EASY!!!! WWxNB is White Widow x Northern Bright yea?

I'll pull up a chair for this one... Is this the only plant under the 70 watter? And I take it its a clone, or was it grown from seed? How old is she now?


----------



## Pot Belly (Mar 8, 2008)

Thorn said:
			
		

> EASY!!!! WWxNB is White Widow x Northern Bright yea?
> 
> I'll pull up a chair for this one... Is this the only plant under the 70 watter? And I take it its a clone, or was it grown from seed? How old is she now?


 
Hehe. Good try. White Widow x NorthernBerry (which is a x of Northern Lights and Blueberry.):hubba: 

She'll be the only one in flower under the 70 watter.
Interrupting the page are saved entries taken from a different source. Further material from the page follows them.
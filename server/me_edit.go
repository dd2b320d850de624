package server

import (
	"net/http"

	"github.com/labstack/echo/v4"
)

// mePassword sets a password or changes it; the other sessions end.
func (s *Server) mePassword(c echo.Context) error {
	f, err := s.typedForm(c)
	if err != nil {
		return err
	}
	if f.Get("password") != f.Get("again") {
		f.refuse("again", s.words.Say("me.password_differ"))
	}
	if !s.guesses.mayTry(c.RealIP(), ownOf+person(c).ID) {
		f.refuse("current", s.words.Say("access.password_busy"))
	}
	if f.ok() {
		err := s.store.SetPassword(c.Request().Context(), person(c).ID, f.Get("current"), f.Get("password"), sessionCookie(c.Request()))
		if err == nil {
			return toPage(c, "/me?said=password")
		}
		if err := f.takeRefusal(err); err != nil {
			return err
		}
		s.countOwn(c, f)
	}
	return s.meForm(c, f, "/me/password")
}

// ownOf stands before the id of a person who is signed in and tries present passwords.
const ownOf = "own "

// countOwn counts a wrong present password, so that an open browser left alone does not let it be guessed.
func (s *Server) countOwn(c echo.Context, f *typedForm) {
	if f.wrong["current"] != "" {
		s.guesses.wrong(c.RealIP(), ownOf+person(c).ID)
	}
}

// meForm shows the page again with a form that was refused. Passwords never go back to the browser.
func (s *Server) meForm(c echo.Context, f *typedForm, form string) error {
	for _, name := range []string{"current", "password", "again"} {
		if f.Has(name) {
			f.Set(name, "")
		}
	}
	f.Set("form", form)
	return s.meBack(c, meSaid{typed: f, status: http.StatusUnprocessableEntity})
}

// meSecondOffer draws a key for a second step and shows it.
func (s *Server) meSecondOffer(c echo.Context) error {
	if _, _, err := s.store.OfferSecond(c.Request().Context(), person(c)); err != nil {
		return err
	}
	return toPage(c, "/me#second-step")
}

// meSecondOn switches the second step on; the spare codes stand on this answer only.
func (s *Server) meSecondOn(c echo.Context) error {
	f, err := s.typedForm(c)
	if err != nil {
		return err
	}
	codes, err := s.store.ConfirmSecond(c.Request().Context(), person(c).ID, f.Get("code"), sessionCookie(c.Request()))
	if err == nil {
		return s.meBack(c, meSaid{text: s.words.Say("me.said_second"), codes: codes})
	}
	if err := f.takeRefusal(err); err != nil {
		return err
	}
	return s.meForm(c, f, "/me/second/on")
}

func (s *Server) meSecondOff(c echo.Context) error {
	f, err := s.typedForm(c)
	if err != nil {
		return err
	}
	if !s.guesses.mayTry(c.RealIP(), ownOf+person(c).ID) {
		f.refuse("current", s.words.Say("access.password_busy"))
		return s.meForm(c, f, "/me/second/off")
	}
	if err := s.store.EndSecond(c.Request().Context(), person(c).ID, f.Get("current")); err != nil {
		if err := f.takeRefusal(err); err != nil {
			return err
		}
		s.countOwn(c, f)
		return s.meForm(c, f, "/me/second/off")
	}
	return toPage(c, "/me?said=second_off")
}

// meSessions ends one of the caller's sessions, or all but this one.
func (s *Server) meSessions(c echo.Context) error {
	form, err := decodeForm(c)
	if err != nil {
		return err
	}
	keep := sessionCookie(c.Request())
	if form.Get("session") != "" {
		keep = ""
	}
	if err := s.store.EndSessions(c.Request().Context(), person(c).ID, form.Get("session"), keep); err != nil {
		return err
	}
	return toPage(c, "/me?said=sessions")
}

// mePhoneOff takes one of the caller's phones off.
func (s *Server) mePhoneOff(c echo.Context) error {
	if err := s.store.RevokePhone(c.Request().Context(), person(c).ID, person(c).ID, c.Param("phone")); err != nil {
		return err
	}
	return toPage(c, "/me?said=phone")
}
Grown from seed, I put a cutting off her in a cup of water in my flowerbox and it showed pistils in 6 days. She popped the surface from seed about 2 1/2 months ago.


----------



## Thorn (Mar 9, 2008)

hehe cool, thanks for correcting me, i'm sure there is a strain northern bright but yea northern beryy makes more sense!  Sounds nice though  How many lumens does that 70watter give out?


----------



## Pot Belly (Mar 9, 2008)

Thorn said:
			
		

> hehe cool, thanks for correcting me, i'm sure there is a strain northern bright but yea northern beryy makes more sense!  Sounds nice though  How many lumens does that 70watter give out?


 
70 watt HPS = 6,300 lumens.


----------



## bigbudsbruddah (Mar 9, 2008)

Hey PB nice grow as always. Can you show me what your 70 watt HPs looks like. I bought a 70w HPS at Home Depot a while back i may start using that depending on how this grow goes. Keep up the good work.


----------



## Pot Belly (Mar 12, 2008)

bigbudsbruddah said:
			
		

> Hey PB nice grow as always. Can you show me what your 70 watt HPs looks like. I bought a 70w HPS at Home Depot a while back i may start using that depending on how this grow goes. Keep up the good work.


 
That light you have is the same one sold everywhere.  You've got the right one.  I gutted my light and remote mounted the socket, and ballast.  When my current plant in flower comes out, I will swap out the 150 w HPS that's in there now, and install the 70 watt'er.  I've got a few more days before that happens.  I'll get you a pic when I make the swap

Thanks for stopping in bbb


----------



## Thorn (Mar 13, 2008)

Hey PB what ballast you got for that 70 watter and where did you get it from? Was it ordered or available in a store?


----------



## Mutt (Mar 13, 2008)

Lookin good PB, yep those lil 70watters are nice. Thorn you can get em at Home Depot. They got 50W HPS and 70W HPS some have up to 150W they are flood lights. You can also get em at a local electrical company too  They "should" come with the bulb as well. Basically a buck a watt for those lil one...50 for a 50W and 70 for a 70W of course prices can and will vary. but you can count on payin at most that much.


----------



## Timmyjg6 (Mar 13, 2008)

MmmMMmm, yummy!


----------



## Pot Belly (Mar 13, 2008)

Thorn said:
			
		

> Hey PB what ballast you got for that 70 watter and where did you get it from? Was it ordered or available in a store?


 
What Mutt said.  To a "T".


----------



## bombbudpuffa (Mar 14, 2008)

Good looking lady PB.


----------



## Timmyjg6 (Mar 18, 2008)

Update plz? i am high.....


----------



## Pot Belly (Mar 23, 2008)

Hey everyone - update on the grow.  

She's growing really well, and starting to put out those first-week-in-flower pistils.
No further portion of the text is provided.